(Dataset items)
━━━

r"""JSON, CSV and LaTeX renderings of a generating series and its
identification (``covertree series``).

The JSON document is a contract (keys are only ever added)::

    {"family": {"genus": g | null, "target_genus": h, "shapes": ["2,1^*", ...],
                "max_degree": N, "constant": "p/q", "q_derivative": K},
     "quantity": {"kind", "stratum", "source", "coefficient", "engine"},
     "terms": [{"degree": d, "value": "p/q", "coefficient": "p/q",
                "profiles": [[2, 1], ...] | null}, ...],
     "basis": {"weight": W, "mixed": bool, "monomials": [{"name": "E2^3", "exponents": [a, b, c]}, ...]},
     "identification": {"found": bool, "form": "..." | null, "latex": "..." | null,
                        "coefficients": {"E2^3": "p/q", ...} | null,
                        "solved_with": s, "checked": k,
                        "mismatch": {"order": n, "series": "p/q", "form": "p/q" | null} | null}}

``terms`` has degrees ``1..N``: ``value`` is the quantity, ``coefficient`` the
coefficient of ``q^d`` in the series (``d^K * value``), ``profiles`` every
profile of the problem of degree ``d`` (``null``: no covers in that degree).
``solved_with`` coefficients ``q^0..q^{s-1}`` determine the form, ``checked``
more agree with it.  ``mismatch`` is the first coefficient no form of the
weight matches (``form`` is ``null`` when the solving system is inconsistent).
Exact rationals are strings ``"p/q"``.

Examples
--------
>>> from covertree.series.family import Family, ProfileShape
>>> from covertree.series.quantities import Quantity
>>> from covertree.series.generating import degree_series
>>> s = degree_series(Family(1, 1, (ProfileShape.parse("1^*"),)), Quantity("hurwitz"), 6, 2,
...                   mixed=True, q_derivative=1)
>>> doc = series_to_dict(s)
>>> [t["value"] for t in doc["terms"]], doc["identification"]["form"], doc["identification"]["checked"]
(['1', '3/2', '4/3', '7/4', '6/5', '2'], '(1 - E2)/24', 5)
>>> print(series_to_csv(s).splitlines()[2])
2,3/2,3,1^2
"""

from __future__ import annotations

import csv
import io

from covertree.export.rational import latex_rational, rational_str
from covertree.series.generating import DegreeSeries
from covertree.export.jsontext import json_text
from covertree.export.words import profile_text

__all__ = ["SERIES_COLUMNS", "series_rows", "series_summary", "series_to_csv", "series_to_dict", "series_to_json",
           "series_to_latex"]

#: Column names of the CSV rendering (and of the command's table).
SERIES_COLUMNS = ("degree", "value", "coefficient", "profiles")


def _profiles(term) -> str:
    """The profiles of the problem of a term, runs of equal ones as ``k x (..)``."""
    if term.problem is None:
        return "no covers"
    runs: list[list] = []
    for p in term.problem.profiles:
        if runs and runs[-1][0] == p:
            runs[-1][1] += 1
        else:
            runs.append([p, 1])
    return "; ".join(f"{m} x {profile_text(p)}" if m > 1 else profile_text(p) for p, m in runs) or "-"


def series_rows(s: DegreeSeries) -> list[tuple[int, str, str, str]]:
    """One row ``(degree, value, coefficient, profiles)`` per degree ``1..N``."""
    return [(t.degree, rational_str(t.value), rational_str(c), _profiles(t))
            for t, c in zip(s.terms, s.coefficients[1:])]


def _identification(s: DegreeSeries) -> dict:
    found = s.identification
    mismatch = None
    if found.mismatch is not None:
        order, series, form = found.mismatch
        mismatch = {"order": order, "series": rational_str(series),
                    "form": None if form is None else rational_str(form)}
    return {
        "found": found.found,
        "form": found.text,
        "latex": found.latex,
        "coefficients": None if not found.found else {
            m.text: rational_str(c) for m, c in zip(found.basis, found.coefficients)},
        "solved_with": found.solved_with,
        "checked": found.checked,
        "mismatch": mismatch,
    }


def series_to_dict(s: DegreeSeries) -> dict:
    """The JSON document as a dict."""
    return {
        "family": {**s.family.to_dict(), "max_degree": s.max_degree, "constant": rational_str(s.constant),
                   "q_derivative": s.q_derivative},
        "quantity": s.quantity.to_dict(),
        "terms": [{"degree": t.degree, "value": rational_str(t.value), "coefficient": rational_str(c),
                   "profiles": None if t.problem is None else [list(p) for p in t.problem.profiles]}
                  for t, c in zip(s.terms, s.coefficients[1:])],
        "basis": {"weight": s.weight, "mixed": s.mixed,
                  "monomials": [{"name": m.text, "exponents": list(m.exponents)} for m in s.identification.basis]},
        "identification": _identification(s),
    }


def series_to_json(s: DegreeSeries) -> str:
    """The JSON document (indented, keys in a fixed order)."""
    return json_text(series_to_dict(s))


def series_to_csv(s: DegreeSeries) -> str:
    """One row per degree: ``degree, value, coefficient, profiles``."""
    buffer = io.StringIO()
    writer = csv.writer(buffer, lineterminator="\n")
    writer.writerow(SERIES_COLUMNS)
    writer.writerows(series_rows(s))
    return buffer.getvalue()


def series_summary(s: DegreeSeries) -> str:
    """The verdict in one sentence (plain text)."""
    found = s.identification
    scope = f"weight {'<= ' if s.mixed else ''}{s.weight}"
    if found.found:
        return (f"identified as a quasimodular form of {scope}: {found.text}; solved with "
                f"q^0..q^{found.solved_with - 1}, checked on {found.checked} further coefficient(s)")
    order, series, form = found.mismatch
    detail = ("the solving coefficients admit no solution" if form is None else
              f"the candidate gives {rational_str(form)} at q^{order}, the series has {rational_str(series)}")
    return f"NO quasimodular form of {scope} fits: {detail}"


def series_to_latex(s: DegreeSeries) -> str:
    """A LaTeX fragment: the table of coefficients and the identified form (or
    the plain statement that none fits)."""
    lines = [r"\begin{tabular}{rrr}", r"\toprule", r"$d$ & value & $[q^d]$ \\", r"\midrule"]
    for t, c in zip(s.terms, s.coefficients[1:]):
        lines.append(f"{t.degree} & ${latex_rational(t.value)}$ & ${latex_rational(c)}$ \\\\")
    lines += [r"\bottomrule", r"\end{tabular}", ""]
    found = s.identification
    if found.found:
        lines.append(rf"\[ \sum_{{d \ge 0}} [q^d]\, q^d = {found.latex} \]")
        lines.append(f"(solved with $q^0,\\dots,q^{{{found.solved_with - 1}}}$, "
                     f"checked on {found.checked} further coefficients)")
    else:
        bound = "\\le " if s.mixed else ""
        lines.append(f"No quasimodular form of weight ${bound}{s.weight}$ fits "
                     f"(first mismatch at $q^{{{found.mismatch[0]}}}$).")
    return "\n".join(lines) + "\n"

━━━

* **Try it**:
Repeat word for word the lines above that run from the line containing "from covertree.series.generating import DegreeSeries" through the line containing "runs.append([p, 1])", both ends included, and nothing else.

* **Solution to this exercise**:
from covertree.series.generating import DegreeSeries
from covertree.export.jsontext import json_text
from covertree.export.words import profile_text

__all__ = ["SERIES_COLUMNS", "series_rows", "series_summary", "series_to_csv", "series_to_dict", "series_to_json",
           "series_to_latex"]

#: Column names of the CSV rendering (and of the command's table).
SERIES_COLUMNS = ("degree", "value", "coefficient", "profiles")


def _profiles(term) -> str:
    """The profiles of the problem of a term, runs of equal ones as ``k x (..)``."""
    if term.problem is None:
        return "no covers"
    runs: list[list] = []
    for p in term.problem.profiles:
        if runs and runs[-1][0] == p:
            runs[-1][1] += 1
        else:
            runs.append([p, 1])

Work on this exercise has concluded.